Most Chinese household wealth lies in real estate. Years of rising property prices have led to fat returns for investors in developer stocks — if a volatile ride along the way. Now, structural changes in China’s demographics coupled with slowing growth and tightening credit threaten a mostly rising tide. Beijing, too, appears to be running low on options to prop up the market.
Shares of Vanke, one of China’s biggest developers, returned 2,700 per cent in the 15 years to early last year. That coincided, some experts think, with China’s demographic peak. A shrinking population, fewer home buyers and a smaller workforce is set to weaken demand for properties. Yet the construction of new projects have since continued undeterred, adding half-built skyscrapers to an already full skyline.
Many builders saw their residential portfolios as a hedge against the more variable office market. This no longer holds. A slowdown has put pressure on rental income yields across the board. Oversupply has pushed offices vacancy rates in big cities to more than a fifth in the third quarter, the highest in a decade.
Shares of top groups China Evergrande, Country Garden, Vanke and Greenland Group are down by nearly a fifth or more since April. The latter recently defaulted on a project payment for Zhongnan Center, which if ever completed would be the second highest skyscraper in the world. In the past four years, Vanke’s ratio of total debt to equity has almost doubled. China Evergrande’s exceeds 230 per cent.

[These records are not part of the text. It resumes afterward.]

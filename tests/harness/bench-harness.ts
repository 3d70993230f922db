// The browser bench: the built renderer served on 127.0.0.1, Debian's Chromium driven by
// playwright-core with a WAV file as its microphone, and the real main-process handlers bridged
// in from Node over a temporary database. This is how the live path is tested where the
// Electron binary cannot be had; in Electron the preload puts the same API on window.

import { createServer, type Server } from 'node:http';
import { readFile } from 'node:fs/promises';
import { mkdtempSync, rmSync } from 'node:fs';
import { tmpdir } from 'node:os';
import { extname, join, normalize, resolve, sep } from 'node:path';
import { fileURLToPath } from 'node:url';
import { chromium, type BrowserContext, type Page } from 'playwright-core';
import { IPC_CHANNELS } from '../../shared/ipc/channels.ts';
import { dispatch, type CallerContext } from '../../electron/services/handlers.ts';
import { openStation } from '../../electron/services/station.ts';
import { SHEET_PDF } from '../../electron/main/sheet-pdf.ts';
import { CONTENT_SECURITY_POLICY } from '../../electron/main/content-security-policy.ts';

export const RENDERER_DIR = fileURLToPath(new URL('../../out/renderer/', import.meta.url));
/** How long a browser test waits for the page to show something: generous, as Chromium shares the machine. */
export const POLL = { timeout: 15_000 } as const;
export const CHROMIUM_PATH = process.env['TRIMBENCH_CHROMIUM'] ?? '/usr/bin/chromium';

const MIME: Record<string, string> = {
  '.html': 'text/html; charset=utf-8',
  '.js': 'text/javascript; charset=utf-8',
  '.css': 'text/css; charset=utf-8',
  '.json': 'application/json',
  '.svg': 'image/svg+xml',
  '.png': 'image/png',
  '.woff2': 'font/woff2',
};

/**
 * Serves a folder on 127.0.0.1 (never localhost: nothing may resolve past this machine), with the
 * app's Content-Security-Policy header on every response, as main's scheme sends it.
 */
export async function serveFolder(root: string): Promise<{ origin: string; close(): Promise<void> }> {
  const base = resolve(root);
  const server: Server = createServer(async (request, response) => {
    const pathname = decodeURIComponent(new URL(request.url ?? '/', 'http://127.0.0.1').pathname);
    const file = normalize(join(base, pathname === '/' ? 'index.html' : pathname));
    if (!file.startsWith(base + sep)) {
      response.writeHead(404, { 'content-security-policy': CONTENT_SECURITY_POLICY }).end();
      return;
    }
    try {
      const body = await readFile(file);
      response.writeHead(200, {
        'content-type': MIME[extname(file)] ?? 'application/octet-stream',
        'cache-control': 'no-store',
        'content-security-policy': CONTENT_SECURITY_POLICY,
      });
      response.end(body);
    } catch {
      response.writeHead(404, { 'content-security-policy': CONTENT_SECURITY_POLICY }).end();
    }
  });
  await new Promise<void>((done) => server.listen(0, '127.0.0.1', done));
  const address = server.address();
  if (!address || typeof address === 'string') throw new Error('test server has no port');
  return {
    origin: `http://127.0.0.1:${address.port}`,
    close: () => new Promise((done) => server.close(() => done())),
  };
}

export interface BenchOptions {
  /** Absolute path of a 32-bit float WAV to use as the microphone; null for a machine with no input device. */
  captureWav: string | null;
  /** Data folder for the database and sheets; a fresh temporary one when absent. */
  dataDir?: string;
  /** Answer to the page's request for the microphone (default: granted). */
  microphone?: 'granted' | 'denied';
}

export interface Bench {
  page: Page;
  /** What main's file dialog answers when the page imports a procedure (null: cancelled). */
  procedureFileChoice: { path: string | null };
  /** What main's file dialog answers when the page attaches a scope capture (null: cancelled). */
  scopeFileChoice: { path: string | null };
  context: BrowserContext;
  station: ReturnType<typeof openStation>;
  origin: string;
  dataDir: string;
  /** Loads (or reloads) the app page; `beforeLoad` may add page scripts first. */
  openApp(beforeLoad?: (page: Page) => Promise<unknown>): Promise<Page>;
  close(): Promise<void>;
}

function chromiumArgs(captureWav: string | null, microphone: 'granted' | 'denied'): string[] {
  const args = [
    '--no-sandbox',
    '--disable-gpu',
    '--disable-background-networking',
    '--disable-component-update',
    '--disable-sync',
    '--no-first-run',
    '--disable-quic',
    '--autoplay-policy=no-user-gesture-required',
    microphone === 'granted' ? '--use-fake-ui-for-media-stream' : '--deny-permission-prompts',
    // Nothing may be looked up or reached past this machine.
    '--host-resolver-rules=MAP * ~NOTFOUND, EXCLUDE 127.0.0.1',
  ];
  if (captureWav) args.push('--use-fake-device-for-media-stream', `--use-file-for-fake-audio-capture=${captureWav}`);
  return args;
}

export async function openBench({ captureWav, dataDir, microphone = 'granted' }: BenchOptions): Promise<Bench> {
  const ownDataDir = !dataDir;
  const data = dataDir ?? mkdtempSync(join(tmpdir(), 'trimbench-bench-'));
  const profile = mkdtempSync(join(tmpdir(), 'trimbench-chromium-'));
  const station = openStation({ dataDir: data, stationName: 'browser-bench' });
  const server = await serveFolder(RENDERER_DIR);
  let context: BrowserContext;
  try {
    context = await chromium.launchPersistentContext(profile, {
      executablePath: CHROMIUM_PATH,
      headless: true,
      args: chromiumArgs(captureWav, microphone),
      viewport: { width: 1400, height: 900 },
    });
  } catch (error) {
    await server.close();
    station.close();
    throw error;
  }
  let page = context.pages()[0] ?? (await context.newPage());
  const procedureFileChoice: { path: string | null } = { path: null };
  const scopeFileChoice: { path: string | null } = { path: null };

  const caller: CallerContext = {
    // The same sheet view that Electron's printToPDF renders, through Chromium's own PDF path.
    printToPdf: async () =>
      page.pdf({
        format: 'A4',
        printBackground: true,
        displayHeaderFooter: SHEET_PDF.displayHeaderFooter,
        headerTemplate: SHEET_PDF.headerTemplate,
        footerTemplate: SHEET_PDF.footerTemplate,
        margin: Object.fromEntries(Object.entries(SHEET_PDF.marginsMm).map(([side, mm]) => [side, `${mm}mm`])),
      }),
    print: async () => false, // no printer here: reported to the page as cancelled
    // Stands in for main's file dialog: a test sets the file the technician "chooses" (null: cancel).
    chooseProcedureFile: async () => procedureFileChoice.path,
    chooseScopeCapture: async () => scopeFileChoice.path,
  };
  // The station's error log in the data folder, as in the app, so browser tests see the technician's messages.
  const errorLog = station.errorLog;
  await context.exposeBinding('__trimbenchCall', (_source, channel: string, payload: unknown) =>
    dispatch(station.handlers, channel, payload, caller, errorLog),
  );
  // Anything the policy blocks (an inline style, a script, a worker from elsewhere) fails the file at
  // close: a blocked style or script is a broken screen in the app, whose main sends the same policy.
  const cspViolations: string[] = [];
  await context.exposeBinding('__trimbenchCspViolation', (_source, text: string) => void cspViolations.push(text));
  await context.addInitScript(() => {
    document.addEventListener('securitypolicyviolation', (event) => {
      const report = (window as unknown as { __trimbenchCspViolation: (text: string) => void }).__trimbenchCspViolation;
      report(`${event.effectiveDirective} blocked ${event.blockedURI || 'inline'} at ${event.sourceFile}:${event.lineNumber}`);
    });
  });
  context.on('console', (message) => {
    if (/Content Security Policy/i.test(message.text())) cspViolations.push(message.text());
  });
  await context.addInitScript((channels: readonly string[]) => {
    const call = (window as unknown as { __trimbenchCall: (c: string, p: unknown) => Promise<unknown> }).__trimbenchCall;
    (window as unknown as { trimbench: unknown }).trimbench = Object.fromEntries(
      channels.map((channel) => [channel, (request: unknown) => call(channel, request)]),
    );
  }, IPC_CHANNELS);

  const bench: Bench = {
    get page() {
      return page;
    },
    context,
    station,
    procedureFileChoice,
    scopeFileChoice,
    origin: server.origin,
    dataDir: data,
    async openApp(beforeLoad) {
      if (page.isClosed()) page = await context.newPage();
      await beforeLoad?.(page);
      await page.goto(`${server.origin}/index.html`);
      return page;
    },
    async close() {
      await context.close().catch(() => undefined);
      await server.close();
      station.close();
      rmSync(profile, { recursive: true, force: true });
      if (ownDataDir) rmSync(data, { recursive: true, force: true });
      if (cspViolations.length > 0) throw new Error(`The page broke the Content-Security-Policy: ${[...new Set(cspViolations)].join('; ')}`);
    },
  };
  return bench;
}

/**
 * A unit just opened walks its procedure from its safety notice: Enter acknowledges it (its button
 * holds the focus), and the trim step comes up with the position field focused.
 */
export async function acknowledgeNotice(page: Page): Promise<void> {
  const notice = page.getByTestId('acknowledge');
  const trim = page.getByTestId('position-input');
  await notice.or(trim).first().waitFor({ timeout: POLL.timeout });
  // A run whose notice was acknowledged before (resumed, or set up through main) opens at its trim.
  if (await notice.isVisible()) await page.keyboard.press('Enter');
  await trim.waitFor({ timeout: POLL.timeout });
}

/** The demo bench's audio setup, as the page chooses it with no interface. */
export const DEMO_SETUP = { inputDeviceId: 'demo-bench', inputDeviceLabel: 'Demo bench', inputChannel: 0, outputDeviceId: '', outputDeviceLabel: 'Default output', sampleRateHz: 48000 };

/**
 * Calibrates the bench's station for the demo setup through main's dispatcher: a voltmeter reading
 * 0.7746 V (0 dBu) while the generator plays −20 dBFS, and the loopback of that tone captured at
 * `capturedDbfs`.
 */
export async function calibrateDemoBench(bench: Bench, capturedDbfs: number): Promise<void> {
  const noCaller: CallerContext = { printToPdf: async () => new Uint8Array(), print: async () => false, chooseProcedureFile: async () => null };
  const calibrated = await dispatch(
    bench.station.handlers,
    'recordCalibration',
    { operator: 'C. Calibrator', setup: DEMO_SETUP, output: { referenceHz: 1000, referenceDbfs: -20, meterEntry: '0.7746 V' }, input: { method: 'loopback', generatorDbfs: -20, capturedDbfs, capturedHz: 1000 } },
    noCaller,
  );
  if (!calibrated.ok) throw new Error(calibrated.error.message);
}
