// src/cli/summary.ts
var CODES = { red: 31, green: 32, yellow: 33, blue: 34, dim: 2, bold: 1 };
var COLOUR = {
  ok: "green",
  alarm: "red",
  "at-risk": "yellow",
  "too-short": "dim",
  error: "red"
};
var WORD_WIDTH = Math.max(...Object.values(VERDICT_LABEL).map((w) => w.length));
function clean(s) {
  return visible(shorten(s, 200));
}
function line(s, paint) {
  const tag = paint(COLOUR[s.verdict], VERDICT_LABEL[s.verdict].padEnd(WORD_WIDTH));
  const last = s.checked.at(-1);
  const shown = last ? numsApart([last.value, last.lower, last.upper], 5, { grouping: false }) : [];
  const judged = last ? ` ${clean(withUnit(shown[0], s.unit))} vs ${levelLabel(last.level)} interval ${clean(withUnit(`${shown[1]} \u2026 ${shown[2]}`, s.unit))}: ${placement(s, last)}` : "";
  const method = s.method ? paint("dim", ` [${s.method}, ${s.intervalKind}]`) : "";
  const why = s.reason && (s.verdict !== "ok" || !last) ? paint("dim", ` \u2014 ${clean(s.reason)}`) : "";
  return `  ${tag}  ${clean(s.name)}${method}${judged}${why}`;
}
function renderSummary(r, color) {
  const paint = (c, s2) => color ? `\x1B[${CODES[c]}m${s2}\x1B[0m` : s2;
  const out = [];
  const s = r.summary;
  out.push(
    `${paint("bold", "Leadline")}: ${paint(COLOUR[r.verdict], VERDICT_LABEL[r.verdict])} \u2014 ${s.series} series, ${plural(s.checkedObservations, "observation")} checked, ${plural(s.alarms, "alarm")}, ${plural(s.atRisk, "limit")} at risk`
  );
  const sorted = reportOrder(r);
  const shown = sorted.length > 40 ? sorted.filter((x) => needsAttention(x)) : sorted;
  for (const x of shown) out.push(line(x, paint));
  if (shown.length < sorted.length)
    out.push(paint("dim", `  \u2026 and ${sorted.length - shown.length} more series needing no attention`));
  for (const p of r.problems) {
    const where = [p.file, p.line, p.column].filter((v) => v !== null).join(":");
    out.push(`  ${paint("red", "problem")} ${clean(where ? `${where}: ` : "")}${clean(p.message)}`);
  }
  for (const n of r.notes ?? []) out.push(`  ${paint("blue", "note")} ${clean(n)}`);
  out.push(paint("dim", chanceSentence(r)));
  out.push(paint(r.gate.passed ? "green" : "red", r.gate.reason));
  out.push(paint("dim", "Forecasts are estimates with stated uncertainty, not guarantees."));
  return out.join("\n") + "\n";
}
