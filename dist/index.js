import { createRequire as __leadlineCreateRequire } from 'node:module';
const require = __leadlineCreateRequire(import.meta.url);
import {
  FAIL_ON_DEFAULT,
  InputGuard,
  LeadlineError,
  RESULTS_SCHEMA_ID,
  STEP_UNIT,
  VERDICT_LABEL,
  VERSION,
  attentionCount,
  chance,
  compareWithBase,
  didYouMean,
  escapeMessage,
  filesRead,
  gateFailsOn,
  glob,
  headCommit,
  heldRun,
  inputGuard,
  isLeadlineError,
  isPoolWorker,
  isTracked,
  levelLabel,
  logSafe,
  mergeResults,
  num,
  numsApart,
  oneLine,
  outputProblems,
  pIs,
  parseFailOn,
  parseJobs,
  parseShard,
  plural,
  renderHtml,
  renderMarkdown,
  reportDetail,
  resultsJsonOf,
  rowRef,
  runNeedsAttention,
  shardLabel,
  startJob,
  systemGit,
  visible,
  windowWords,
  withUnit,
  writeOutput
} from "./chunks/chunk-J3FEWN2H.js";
import "./chunks/chunk-65SWZLSQ.js";

// src/action/main.ts
import { appendFile as appendFile2 } from "node:fs/promises";

// node_modules/@actions/core/lib/command.js
import * as os from "os";

// node_modules/@actions/core/lib/utils.js
function toCommandValue(input) {
  if (input === null || input === void 0) {
    return "";
  } else if (typeof input === "string" || input instanceof String) {
    return input;
  }
  return JSON.stringify(input);
}
function toCommandProperties(annotationProperties) {
  if (!Object.keys(annotationProperties).length) {
    return {};
  }
  return {
    title: annotationProperties.title,
    file: annotationProperties.file,
    line: annotationProperties.startLine,
    endLine: annotationProperties.endLine,
    col: annotationProperties.startColumn,
    endColumn: annotationProperties.endColumn
  };
}

// node_modules/@actions/core/lib/command.js
function issueCommand(command, properties, message) {
  const cmd = new Command(command, properties, message);
  process.stdout.write(cmd.toString() + os.EOL);
}
var CMD_STRING = "::";
var Command = class {
  constructor(command, properties, message) {
    if (!command) {
      command = "missing.command";
    }
    this.command = command;
    this.properties = properties;
    this.message = message;
  }
  toString() {
    let cmdStr = CMD_STRING + this.command;
    if (this.properties && Object.keys(this.properties).length > 0) {
      cmdStr += " ";
      let first = true;
      for (const key in this.properties) {
        if (this.properties.hasOwnProperty(key)) {
          const val = this.properties[key];
          if (val) {
            if (first) {
              first = false;
            } else {
              cmdStr += ",";
            }
            cmdStr += `${key}=${escapeProperty(val)}`;
          }
        }
      }
    }
    cmdStr += `${CMD_STRING}${escapeData(this.message)}`;
    return cmdStr;
  }
};
function escapeData(s) {
  return toCommandValue(s).replace(/%/g, "%25").replace(/\r/g, "%0D").replace(/\n/g, "%0A");
}
function escapeProperty(s) {
  return toCommandValue(s).replace(/%/g, "%25").replace(/\r/g, "%0D").replace(/\n/g, "%0A").replace(/:/g, "%3A").replace(/,/g, "%2C");
}
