// The serial transport over a real pseudo-terminal pair made by socat, at 115200 baud, against a small
// responder on the other end: a conversation, terminators, a timeout, garbled bytes, a port already in
// use, a wrong path, a reconnect, and the other end going away (socat killed).
import { mkdtempSync, renameSync, rmSync, symlinkSync } from 'node:fs';
import { tmpdir } from 'node:os';
import path from 'node:path';
import { afterAll, beforeAll, describe, expect, it } from 'vitest';
import { transportRejection } from '../support/transport-rejection.js';
import { toolAvailable } from '../support/requirements.js';
import { SerialTransport } from '../../src/instruments/transports/serial-transport.js';
import { ScpiSession } from '../../src/instruments/scpi-session.js';
import { startPtyPair, startResponder, type PtyPair } from './pty-pair.js';

const IDN = 'Topoprobe Lab,SIM-ZA100,ZA-0042,1.3.0';
const hasSocat = toolAvailable('socat');

const rejection = transportRejection;

describe.skipIf(!hasSocat)('serial transport over a socat pty pair', () => {
  let pair: PtyPair;
  let responder: Awaited<ReturnType<typeof startResponder>>;

  beforeAll(async () => {
    pair = await startPtyPair();
    responder = await startResponder(pair.far, (line) => {
      if (line === '*IDN?') return `${IDN}\n`;
      if (line === 'TERM:CRLF?') return 'CRLF answer\r\n';
      if (line === 'NOISE?') return Uint8Array.from([0xf8, 0x80, 0x1c, 0xfe, 0x0a]); // as at a wrong baud rate
      if (line === 'FETCh?') return '1.25E+02,-3.5E+01\n';
      return undefined; // silence, e.g. for SILENT?
    });
  });

  afterAll(async () => {
    await responder?.close();
    await pair?.stop();
  });

  it('opens at 115200 baud and carries a query and its answer', async () => {
    const transport = new SerialTransport({ path: pair.near, baudRate: 115200 });
    const session = new ScpiSession(transport, { timeoutMs: 2000 });
    await session.open();
    expect(transport.isOpen).toBe(true);
    expect((await session.identify()).model).toBe('SIM-ZA100');
    expect(await session.query('FETCh?')).toBe('1.25E+02,-3.5E+01');
    await session.close();
    expect(transport.isOpen).toBe(false);
    expect(responder.heard.slice(-2)).toEqual(['*IDN?', 'FETCh?']);
  });

  it('writes and reads CR LF when told to', async () => {
    const session = new ScpiSession(new SerialTransport({ path: pair.near, baudRate: 115200, flowControl: 'none' }), {
      writeTerminator: 'CRLF',
      readTerminator: 'CRLF',
    });
    await session.open();
    expect(await session.query('TERM:CRLF?')).toBe('CRLF answer');
    expect(responder.heard[responder.heard.length - 1]).toBe('TERM:CRLF?\r');
    await session.close();
  });

  it('an unanswered query times out naming the command', async () => {
    const session = new ScpiSession(new SerialTransport({ path: pair.near, baudRate: 115200 }), { timeoutMs: 150 });
    await session.open();
    const error = await rejection(session.query('SILENT?'));
    expect(error.failure).toBe('timeout');
    expect(error.message).toBe(`${pair.near}: no answer to "SILENT?" within 150 ms`);
    await session.close();
  });

  it('bytes that are not ASCII are called garbage, with the baud rate hint', async () => {
    const session = new ScpiSession(new SerialTransport({ path: pair.near, baudRate: 115200 }), { timeoutMs: 1000 });
    await session.open();
    const error = await rejection(session.query('NOISE?'));
    expect(error.failure).toBe('garbage');
    expect(error.message).toBe(`${pair.near}: answer to "NOISE?" holds bytes that are not ASCII text (0xF8 0x80 0x1C 0xFE at byte 1): likely a wrong baud rate (or data bits, parity)`);
    await session.close();
  });

  it('a port held open by another program is busy (serialport locks ports by default)', async () => {
    const first = new SerialTransport({ path: pair.near, baudRate: 115200 });
    await first.open();
    const error = await rejection(new SerialTransport({ path: pair.near, baudRate: 115200 }).open());
    expect(error.failure).toBe('port-busy');
    expect(error.message).toBe(`${pair.near}: port is busy: another program has it open or locked; close that program first`);
    await first.close();
  });

  it('reconnects: close and open again on the same transport', async () => {
    const transport = new SerialTransport({ path: pair.near, baudRate: 115200, parity: 'none', dataBits: 8, stopBits: 1 });
    const session = new ScpiSession(transport);
    await session.open();
    await session.close();
    await session.open();
    expect(await session.query('*IDN?')).toBe(IDN);
    await session.close();
    await transport.close(); // twice is fine
  });
});

describe.skipIf(!hasSocat)('serial transport failures', () => {
  it('a wrong path is "no such serial port"', async () => {
    const error = await rejection(new SerialTransport({ path: '/dev/ttyTOPOPROBE-none', baudRate: 115200 }).open());
    expect(error.failure).toBe('no-such-port');
    expect(error.exitCode).toBe(3);
    expect(error.message).toBe('/dev/ttyTOPOPROBE-none: no such serial port (run "topoprobe ports" to list the ports this machine has)');
  });

  it('the other end going away (socat killed) is "closed by peer", for the waiting query and after', async () => {
    const pair = await startPtyPair();
    const transport = new SerialTransport({ path: pair.near, baudRate: 115200 });
    const session = new ScpiSession(transport, { timeoutMs: 10_000 });
    await session.open();
    const waiting = session.query('*IDN?'); // nobody on the far end answers
    await new Promise((r) => setTimeout(r, 50));
    await pair.stop();
    const error = await rejection(waiting);
    expect(error.failure).toBe('closed');
    expect(error.message).toBe(`${pair.near}: closed by peer: the port went away (cable or adapter unplugged, or the instrument switched off)`);
    expect(transport.isOpen).toBe(false);
    expect((await rejection(session.query('*IDN?'))).failure).toBe('closed');
    await session.close();
  });

  it('a device link that comes to name another device is "closed by peer" too, with no hang-up to hear', async () => {
    // Like /dev/serial/by-id/... after an adapter is swapped: the link now leads elsewhere, the old line is dead.
    const pair = await startPtyPair();
    const dir = mkdtempSync(path.join(tmpdir(), 'topoprobe-link-'));
    const link = path.join(dir, 'analyzer');
    symlinkSync(pair.near, link);
    const transport = new SerialTransport({ path: link, baudRate: 115200 });
    const session = new ScpiSession(transport, { timeoutMs: 10_000 });
    await session.open();
    const waiting = session.query('*IDN?'); // nobody answers, and socat keeps both ends up
    const moved = path.join(dir, 'moved');
    symlinkSync(pair.far, moved);
    renameSync(moved, link);
    const error = await rejection(waiting);
    expect(error.failure).toBe('closed');
    expect(error.message).toBe(`${link}: closed by peer: the port went away (cable or adapter unplugged, or the instrument switched off)`);
    await session.close();
    await pair.stop();
    rmSync(dir, { recursive: true, force: true });
  });
});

Beijing now has less leeway as it combats slowing growth and inflation amid dangerously high household debt with less stimulus. Yet China’s economy relies heavily on the property sector for growth. Related transactions account for almost a quarter of its gross domestic product.
That has long assured the government’s backing for the sector, and will probably continue to do so. The economic growth, employment and the social stability that it ensures are key for the government. The only difference is that this time round it may find that a little harder to achieve.